If HADS-A doesn't fit your context, related instruments in anxiety include:
| Scale | Measures | Items | Time |
|---|---|---|---|
| GAD-2 | Ultra-brief anxiety screening based on first two GAD-7 items. | 2 | ≈ 1 min |
| STAI | Measures both temporary state anxiety and long-standing trait anxiety. | 20 | ≈ 10 min |
| BAI | 21-item self-report inventory measuring severity of anxiety symptoms with focus on somatic symptoms. | 21 | ≈ 5 min |
| PSWQ | 16-item measure of worry tendency as a stable personality trait. | 16 | ≈ 5 min |
| PHQ-9 | Severity of depression | 9 | ≈ 3 minutes |
| GAD-7 | Severity of generalized anxiety | 7 | ≈ 2 minutes |
| AUDIT | 10-item WHO screening tool for hazardous alcohol consumption and dependence. | 10 | ≈ 3 min |
| CHA2DS2-VASc | Annual stroke risk in non-valvular atrial fibrillation | 8 | — |
HADS-A (Hospital Anxiety and Depression Scale (Anxiety)) is a validated instrument that assesses 7-item anxiety subscale for hospital and clinical settings.. Its primary clinical use is 7-item anxiety subscale for hospital and clinical settings..

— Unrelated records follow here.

def probe_table(
    scene: Scene, body, points, times, effects: Effects | None = None, progress: bool = False
) -> ProbeTable:
    """Probe rest-frame ``points`` (N, 3) m of ``body`` (name or index) at every time (s)."""
    # imported here: it loads the numba kernels, which command start-up does not need
    from relview.probes import probe_many, retarded_events
    from relview.renderer import RenderContext, camera_state

    effects = effects or scene.render.effects
    bi = body if isinstance(body, (int, np.integer)) else scene.body_index(body)
    name = scene.bodies[bi].name
    pts = np.atleast_2d(np.asarray(points, float))
    if pts.shape[1] != 3:
        raise UserError(f"points must be X,Y,Z triples in metres, got shape {pts.shape}")
    times = np.atleast_1d(np.asarray(times, float))
    context = RenderContext(scene, effects)
    instant = dataclasses.replace(effects, delay=False, contraction=True)
    rows, length = [], []
    iterator = times
    if progress:
        from tqdm import tqdm

        iterator = tqdm(times, desc="probe", unit="time", leave=False)
    for t in iterator:
        res = probe_many(scene, bi, pts, float(t), effects, context=context)
        az, el = apparent_angles(np.array([r.direction for r in res]), scene.camera)
        for k, r in enumerate(res):
            rows.append(
                {
                    "time_s": float(t),
                    "body": name,
                    "point": k,
                    "point_x_m": r.point[0],
                    "point_y_m": r.point[1],
                    "point_z_m": r.point[2],
                    "emit_time_s": r.emit_time,
                    "emit_x_m": r.emit_position[0],
                    "emit_y_m": r.emit_position[1],
                    "emit_z_m": r.emit_position[2],
                    "light_delay_s": r.light_delay,
                    "azimuth_deg": float(az[k]),
                    "elevation_deg": float(el[k]),
                    "pixel_x": r.pixel[0],
                    "pixel_y": r.pixel[1],
                    "in_view": r.in_view,
                    "visible": r.visible,
                    "doppler": r.doppler,
                    "proper_time_s": r.proper_time,
                    "tick_rate": r.tick_rate,
                    "computed_proper_time_s": r.computed_proper_time,
                    "camera_proper_time_s": r.camera_proper_time,
                }
            )
        if len(pts) == 2:
            e = np.array([r.emit_position for r in res])
            sep = e[1] - e[0]
            beta = np.asarray(res[0].beta_emit, float)
            b = float(np.linalg.norm(beta))
            d = np.array([r.direction for r in res])
            event, _ = camera_state(scene, float(t))
            now, _ = retarded_events(scene, bi, pts, event, instant)
            length.append(
                {
                    "time_s": float(t),
                    "photographed_length_m": float(np.linalg.norm(sep)),
                    "photographed_along_motion_m": float(sep @ beta / b) if b > 0 else math.nan,
                    "angular_separation_deg": float(
                        np.degrees(np.arccos(np.clip(d[0] @ d[1], -1.0, 1.0)))
                    ),
                    "rest_length_m": float(np.linalg.norm(pts[1] - pts[0])),
                    "contracted_length_m": float(np.linalg.norm(now[1, 1:] - now[0, 1:])),
                }
            )
    meta = table_provenance(scene, name, pts, times, effects)
    return ProbeTable(rows, length or None, meta)


# --------------------------------------------------------------------------- CSV / JSON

HADS-A typically takes ≈ 2 min to administer. Time can vary slightly depending on whether it is self-administered or clinician-led.
HADS-A contains 7 items. Items are summed to produce a total score.
Scores of 15–21 fall in the "Severe" band. Active treatment
Scores of 0–7 fall in the "Normal" band. None
HADS-A has reported Cronbach's α of 0.8 in validation samples and test–retest reliability of 0.74. Designed to be independent of somatic symptoms.
HADS-A is free to use with attribution. Free to use with citation
Zigmond, A. S., & Snaith, R. P. (1983). The Hospital Anxiety and Depression Scale. Acta Psychiatrica Scandinavica, 67(6), 361-370.
No. HADS-A is a structured assessment aid. A score is one input alongside history, examination, and clinical context. Treatment decisions should never rest on a screening score alone.